Tuesday, May 29, 2012

Business Interruption Insurance

Business Interruption Insurance (also known as business income coverage) is a policy that may be purchased where in the event of a catastrophe, such as a fire, tornado, explosion, or other disastrous event causes your place of business to be temporarily unusable, forces you to relocate, or close down your business for a period, the policy would pay for:

1.Profits that you would have earned had you property not been damaged. This would normally be calculated based upon your past financial records of earnings.
2.Operating expenses that will still occur at the location. For example you could still have taxes, insurances, security and other expenses at the site even though you are not able to use the site.

They will normally not include labor or management costs as those costs are usually covered by unemployment benefits. Business interruption insurance may include as a separate item “extra expenses”. Extra expenses would be additional expenses that you incur that help decrease the cost of the business interruption. For example extra expense insurance could cover incremental expenses required to operate out of a temporary location if that would decrease the cost of the business interruption.

While this is not an insurance that you would require the to Supplier maintain under a contract, it’s an important concept for negotiators to understand especially when negotiating force majeure provisions.

For example: Assume that you had a contract to purchase 100,000 units of a product over a year and the supplier had a disaster such as a fire after only delivering 10,000 units. It was the only location where they produced the item. They cannot produce it in another location as the capital equipment required to produce it was destroyed in the fire. It will take them a year to recover. In a normal force majeure clause the party that suffered the force majeure event is excused from performance during the period of the force majeure. The party that did not suffer the force majeure is not excused. This means that a year from now the buyer would still have the obligation to purchase the remaining 90,000 units. You may not want that obligation and as part of the negotiation of the force majeure clause you include language that if there is a force majeure and the supplier is unable to recover within one hundred and twenty (120) calendar days, you have no obligation to purchase the remaining volume.

The Supplier seeing the potential loss of revenue and profit is opposed to agreeing to this.
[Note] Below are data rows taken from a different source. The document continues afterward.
package eiv

import (
	"fmt"
	"math"
	"math/rand/v2"
	"strings"
	"testing"
)

// TestOLSSentence: "OLS would understate the slope" only when the interval
// of the relative slope difference excludes zero (issue 18).
func TestOLSSentence(t *testing.T) {
	iv := func(v, lo, hi float64) Estimate {
		return Estimate{Value: v, CI: Interval{Lower: lo, Upper: hi, Level: 0.95, Method: "paired jackknife-t"}}
	}
	cases := []struct {
		name    string
		rel     Estimate
		want    string
		mustNot string
	}{
		{"understates, interval excludes 0", iv(-1.2, -2, -0.4), "OLS would understate the slope by 1.2 % (95 % CI 0.4 to 2 %)", "includes no difference"},
		{"overstates, interval excludes 0", iv(0.8, 0.1, 1.5), "OLS would overstate the slope by 0.8 %", "includes no difference"},
		{"interval includes 0", iv(-1.53, -3.09, 0.026), "OLS and deming differ in slope by -1.53 % (95 % CI -3.09 to 0.026 %: the interval includes no difference)", "understate"},
		{"no interval", Estimate{Value: -0.125}, "OLS and deming differ in slope by -0.125 % (no interval", "understate"},
	}
	for _, tc := range cases {
		t.Run(tc.name, func(t *testing.T) {
			c := &OLSComparison{Method: MethodDeming, SlopeRelative: tc.rel}
			s := c.sentence(0.95)
			if !strings.Contains(s, tc.want) || strings.Contains(s, tc.mustNot) {
				t.Errorf("sentence %q: want %q, not %q", s, tc.want, tc.mustNot)
			}
		})
	}
}

// sentenceFmt is the sentence as fmt.Sprintf writes it: the reference
// (Go's fmt package) for TestSentenceMatchesFmt.
func sentenceFmt(c *OLSComparison, conf float64) string {
	r := c.SlopeRelative
	var s string
	switch {
	case r.CI.Method != "" && (r.CI.Lower > 0 || r.CI.Upper < 0):
		verb, mag, lo, hi := "overstate", r.Value, r.CI.Lower, r.CI.Upper
		if r.Value < 0 {
			verb, mag, lo, hi = "understate", -r.Value, -r.CI.Upper, -r.CI.Lower
		}
		s = fmt.Sprintf("Compared with %s, OLS would %s the slope by %.3g %% (%g %% CI %.3g to %.3g %%)", c.Method, verb, mag, 100*conf, lo, hi)
	case r.CI.Method != "":
		s = fmt.Sprintf("OLS and %s differ in slope by %+.3g %% (%g %% CI %.3g to %.3g %%: the interval includes no difference)",
			c.Method, r.Value, 100*conf, r.CI.Lower, r.CI.Upper)
	default:
		s = fmt.Sprintf("OLS and %s differ in slope by %+.3g %% (no interval: the difference is not shown to be real)", c.Method, r.Value)
	}
	if len(c.At) > 0 {
		s += fmt.Sprintf("; at x = %g the OLS line differs from it by %+.3g", c.At[0].X, c.At[0].Difference)
	}
	if c.HasReliability {
		s += fmt.Sprintf("; the reliability ratio κ = %.4g predicts an OLS slope of %.4g", c.Reliability, c.PredictedOLSSlope)
	}
	return s + "."
}

// TestSentenceMatchesFmt: the sentence, written with strconv, is byte for
// byte what fmt.Sprintf writes, on every branch, for random magnitudes
// (seeded) and the special values (±0, ±Inf, NaN, the extremes).
func TestSentenceMatchesFmt(t *testing.T) {
	rng := rand.New(rand.NewPCG(20, 1))
	special := []float64{0, math.Copysign(0, -1), math.Inf(1), math.Inf(-1), math.NaN(),
		math.MaxFloat64, -math.SmallestNonzeroFloat64, 1e21, 1e-5, 0.0001, 999.95, -0.00099995, 123456}
	value := func() float64 {
		if rng.IntN(4) == 0 {
			return special[rng.IntN(len(special))]
		}
		return (rng.Float64() - 0.5) * math.Pow(10, float64(rng.IntN(40)-20))
	}
	for _, branch := range []struct {
		name   string
		method string
		lo, hi float64 // the interval's sign pattern (scaled below)
	}{
		{"excludes zero", "paired jackknife-t", 1, 2},
		{"excludes zero, negative", "paired bootstrap percentile", -2, -1},
		{"includes zero", "paired jackknife-t", -1, 1},
		{"no interval", "", 0, 0},
	} {
		t.Run(branch.name, func(t *testing.T) {
			for k := range 2000 {
				v := value()
				m := math.Abs(value())
				c := &OLSComparison{Method: MethodYork, SlopeRelative: Estimate{Value: v,
					CI: Interval{Lower: branch.lo * m, Upper: branch.hi * m, Method: branch.method}}}
				if k%2 == 0 {
					c.At = []BiasShift{{X: value(), Difference: value()}}
				}
				if k%3 == 0 {
					c.HasReliability, c.Reliability, c.PredictedOLSSlope = true, value(), value()
				}
				conf := []float64{0.95, 0.9, 0.99, 0.683, rng.Float64()}[k%5]
				if got, want := c.sentence(conf), sentenceFmt(c, conf); got != want {
					t.Fatalf("case %d:\n got %q\nwant %q", k, got, want)
				}
			}
		})
	}
}
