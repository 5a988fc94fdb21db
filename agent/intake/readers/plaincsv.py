"""A fast reader for CSV bodies of plain decimal numbers, in numpy, over bytes.

The accelerometry recorders write rows such as ``1793793600.100,-0.0290,1.0010``:
an optional leading ``-``, digits, at most one decimal point.  For that plain
form this module parses the whole body with a few dozen vectorised numpy
operations instead of one C call per field, and returns exactly the floats
Python's :func:`float` (and :func:`numpy.loadtxt`) give: each field is read as
an integer mantissa ``M < 2**53`` and a count ``k`` of digits after the point,
and ``M / 10**k`` is one correctly rounded IEEE 754 division of two exactly
representable numbers (Clinger's fast path; W. D. Clinger, "How to read
floating point numbers accurately", PLDI 1990).

Anything outside the plain form (an exponent, a ``+``, spaces, ``nan``, a
carriage return, an empty field, a row with the wrong number of fields, more
than 16 characters after the sign, a mantissa of 2**53 or more, ...) makes
:func:`parse_plain` return ``None``; the caller then uses its general parser,
which also words the error for bad input.  This module never decides whether a
file is valid: it is only a faster way to read the files that are.

How a field is read (SIMD within a register, "SWAR", in numpy ``uint64``
lanes): the 8 bytes that end at the field's separator are loaded as one
little-endian word, so the field is right-aligned and its first character is
the lowest byte in use; bytes before the field (and a leading ``-``) are masked
off; ``XOR 0x30`` turns each digit character into its value and the point into
``0x1E``, which a per-byte add of ``0x76`` flags in its top bit; the point byte
is cleared, the digits before it move up one byte, and three
multiply-shift-mask rounds combine the 8 digit bytes into their integer value.
Fields of 9 to 16 characters use a second word for the characters before the
last 8.
"""

from __future__ import annotations

import numpy as np

# After an optional leading '-': at most this many characters (digits and the point).
MAX_CHARS = 16
# Mantissas below 2**53 are exact doubles (IEEE 754 binary64, 53-bit significand).
_EXACT = 2 ** 53

_U = np.uint64
_ASCII_ZERO = _U(0x3030303030303030)
_TOP_BITS = _U(0x8080808080808080)
_OVER_NINE = _U(0x7676767676767676)   # per byte: x + 0x76 >= 0x80 exactly when x >= 10
_BYTE = _U(8)
_ONE = _U(1)
# _KEEP[n]: the top n bytes of a little-endian word (the n characters before the separator).
_KEEP = np.array([0] + [(0xFFFFFFFFFFFFFFFF << (8 * (8 - n))) & 0xFFFFFFFFFFFFFFFF for n in range(1, 9)],
                 dtype=np.uint64)
_POW10 = 10.0 ** np.arange(17)
_PAD = 16
# Bytes per piece of a long body (whole lines): the working set stays in a 256 KiB L2 cache.
CHUNK_BYTES = 1 << 17
_PAD_BYTES = b"0" * _PAD


def _words_at(buf: np.ndarray, offsets: np.ndarray) -> np.ndarray:
    """The little-endian ``uint64`` of the 8 bytes at each offset of ``buf`` (unaligned)."""
    view = np.ndarray(shape=(buf.size - 7,), dtype="<u8", buffer=buf, strides=(1,))
    return view[offsets]


def _eight_digits(x: np.ndarray) -> np.ndarray:
    """Digit values in the 8 bytes of each word (first in memory most significant) to an integer.

    Each round adds every other lane, times its radix, to its neighbour:
    ``(x * (r << s | 1)) >> s`` is ``r * x + (x >> s)``; the carry out of the top lane is
    masked away (common practice, no source).
    """
    x = ((x * _U(10 << 8 | 1)) >> _U(8)) & _U(0x00FF00FF00FF00FF)
    x = ((x * _U(100 << 16 | 1)) >> _U(16)) & _U(0x0000FFFF0000FFFF)
    return ((x * _U(10000 << 32 | 1)) >> _U(32)) & _U(0xFFFFFFFF)


def _digit_word(buf: np.ndarray, ends: np.ndarray, keep: np.ndarray) -> tuple[np.ndarray, np.ndarray]:
    """Digit bytes and point flag of the characters before each of ``ends``.

    ``keep`` is :data:`_KEEP` of the number of characters (0-8) to take, one
    word per field or one per column (broadcast).  Returns ``(x, flag)``: ``x``
    holds each character's digit value in its byte (0 outside the field;
    ``0x1E`` at the point); ``flag`` has bit ``8 i + 7`` set where byte ``i``
    is the point.
    """
    x = _words_at(buf, ends - 8) ^ _ASCII_ZERO
    x &= keep
    return x, (x + _OVER_NINE) & _TOP_BITS


def _below(flag: np.ndarray) -> np.ndarray:
    """Mask of the bytes below the point (all zero where there is no point)."""
    point = flag >> _U(7)
    return point - (point != 0)


def _exponents(flag: np.ndarray) -> np.ndarray:
    """Characters after the point: ``7 - i`` for the point in byte ``i``, 0 without a point.

    The flag is bit ``8 i + 7``, and :func:`numpy.frexp` of ``2**(8 i + 7)`` has exponent ``8 i + 8``.
    """
    _, e = np.frexp(flag.astype(np.float64))
    return np.where(flag != 0, 8 - e // 8, 0)


def parse_plain(body: bytes, n_cols: int, *, start: int = 0) -> np.ndarray | None:
    """Rows of ``n_cols`` plain decimals as an ``(n, n_cols)`` float64 array, or ``None``.

    Long bodies are read in pieces of about :data:`CHUNK_BYTES` whole lines, so the
    working arrays of each piece stay in the processor's cache (measured about
    1.2-2x faster than one pass over a 6-hour file; ``docs/features.md``).

    Parameters
    ----------
    body : bytes
        Lines separated by ``\\n`` (a final newline is optional), fields by ``,``.
    n_cols : int
        Fields expected on every line.
    start : int, optional
        Offset of the first line in ``body`` (the bytes before it are ignored), so a
        caller need not copy the body out of a file's bytes.

    Returns
    -------
    numpy.ndarray or None
        The values, bit for bit what :func:`float` gives for each field; ``None``
        when any part of ``body`` is not in the plain form described in the
        module docstring (the caller falls back to a general parser).
    """
    if not isinstance(n_cols, int) or n_cols < 1:
        raise ValueError(f"n_cols must be a positive integer, got {n_cols!r}")
    if not isinstance(start, int) or not 0 <= start <= len(body):
        raise ValueError(f"start must be an offset into body, got {start!r}")
    if len(body) - start <= CHUNK_BYTES:
        return _parse_piece(body[start:] if start else body, n_cols)
    pieces = []
    pos, n = start, len(body)
    while pos < n:
        end = body.find(b"\n", min(pos + CHUNK_BYTES, n - 1))
        end = n if end < 0 else end + 1
        piece = _parse_piece(body[pos:end], n_cols)
        if piece is None:
            return None
        pieces.append(piece)
        pos = end
    return np.concatenate(pieces)


def _parse_piece(body: bytes, n_cols: int) -> np.ndarray | None:
    """:func:`parse_plain` on one piece of whole lines."""
    if not body:
        return None
    # Pad in front, so the 16 bytes before every field exist; the pad is digits and
    # no field reaches into it (each field is bounded by its separators).
    buf = np.frombuffer(_PAD_BYTES + body + (b"" if body.endswith(b"\n") else b"\n"), np.uint8)
    # Only digits, '.', '-', ',' and '\n' (the only two of them at or below ',' = 44).
    n_minus = int(np.count_nonzero(buf == 45))
    flat_seps: np.ndarray = np.flatnonzero(buf <= 44)
    n_rows = int(np.count_nonzero(buf == 10))
    if (int(np.count_nonzero((buf - np.uint8(48)) < 10)) + int(np.count_nonzero(buf == 46))
            + n_minus + flat_seps.size != buf.size) or flat_seps.size != n_rows * n_cols:
        return None
    seps = flat_seps.reshape(n_rows, n_cols)
    # Each row ends at a newline; there are as many newlines as rows, so every
    # other separator is a comma.
    if (buf[seps[:, -1]] != 10).any():
        return None
    # A field starts one byte after the separator before it (the first after the pad).
    starts = np.empty_like(seps)
    flat_starts = starts.reshape(-1)
    flat_starts[0] = _PAD - 1
    flat_starts[1:] = flat_seps[:-1]
    flat_starts += 1
    neg = buf[starts] == 45
    if int(np.count_nonzero(neg)) != n_minus:
        return None   # a '-' that does not lead its field
    n_chars = seps - starts - neg
    shortest = int(n_chars.min())
    longest = int(n_chars.max())
    if shortest < 1 or longest > MAX_CHARS:
        return None
    # Recorders usually write every column at one width (the sign apart): then the
    # masks are one word per column.
    width = n_chars[0]
    same_width = bool((n_chars == width).all())
    x, flag = _digit_word(buf, seps, _KEEP[np.minimum(width if same_width else n_chars, 8)])
    if (flag & (flag - _ONE)).any():
        return None   # two points among the last 8 characters
    if shortest == 1 and ((n_chars == 1) & (flag != 0)).any():
        return None   # a point and no digit
    # The common case: in each column the point is the same number of characters from
    # the end in every row (fixed decimals), so the masks are one word per column.
    first = flag[0]
    fixed = bool((flag == first).all())
    if fixed:
        x &= ~((first >> _U(7)) * _U(0xFF))   # clear the point
        below = _below(first)
    else:
        x &= ~((flag >> _U(7)) * _U(0xFF))
        below = _below(flag)
    long_cols: list[int] = []
    if longest > 8:
        long_cols = ([c for c in range(n_cols) if width[c] > 8] if same_width
                     else [c for c in range(n_cols) if n_chars[:, c].max() > 8])
    hx = None
    if long_cols:
        n_high = np.clip((width if same_width else n_chars)[..., long_cols] - 8, 0, 8)
        hx, hflag = _digit_word(buf, seps[:, long_cols] - 8, _KEEP[n_high])
        if hflag.any():
            return None   # a point 9 or more characters from the end: left to the general parser
        # Where there is a point, the top byte of the earlier word moves into the lowest
        # byte of the later one as the characters before the point move up one byte.
        lflag = first[long_cols] if fixed else flag[:, long_cols]
        hx_shift = np.where(lflag != 0, _BYTE, _U(0))
        carry = np.where(lflag != 0, hx >> _U(56), _U(0))
        hx = hx << hx_shift
    x += (x & below) * _U(255)
    if hx is not None:
        x[:, long_cols] |= carry
    m = _eight_digits(x)
    if hx is not None:
        m[:, long_cols] += _eight_digits(hx) * _U(100_000_000)
    if int(m.max()) >= _EXACT:
        return None
    val = m.astype(np.float64)
    val /= _POW10[_exponents(first) if fixed else _exponents(flag)]
    if n_minus:
        # The sign of 0.5 - 1 on the negative fields; "-0" reads -0.0, as float("-0") does.
        np.copysign(val, 0.5 - neg, out=val)
    return val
You then ask the supplier whether they have business interruption insurance. If they do, it becomes a simpler argument. If the insurance is already paying them for the lost profit they didn’t make for not performing, and insurance is paying them for the losses they sustained to the equipment or materials on hand that were damaged, haven’t they already been compensated? They have been made whole.

Forcing you to purchase it a year from now may:
1. Be selling you a product that you no longer need.
2. Be requiring you to shut off an alternative source of supply that helped you and that you had to invest in to not be impacted by their force majeure
3.Be selling you something that is no longer state of the art.

Any investments they made to produce the product for you will either have been paid for out of the insurance proceeds for the lost equipment or would have been paid for out of the profit they were paid by the business interruption insurance. I would then remind them that force majeure is about providing excusable delays when there are disasters. They are not there to guarantee future revenue and profits.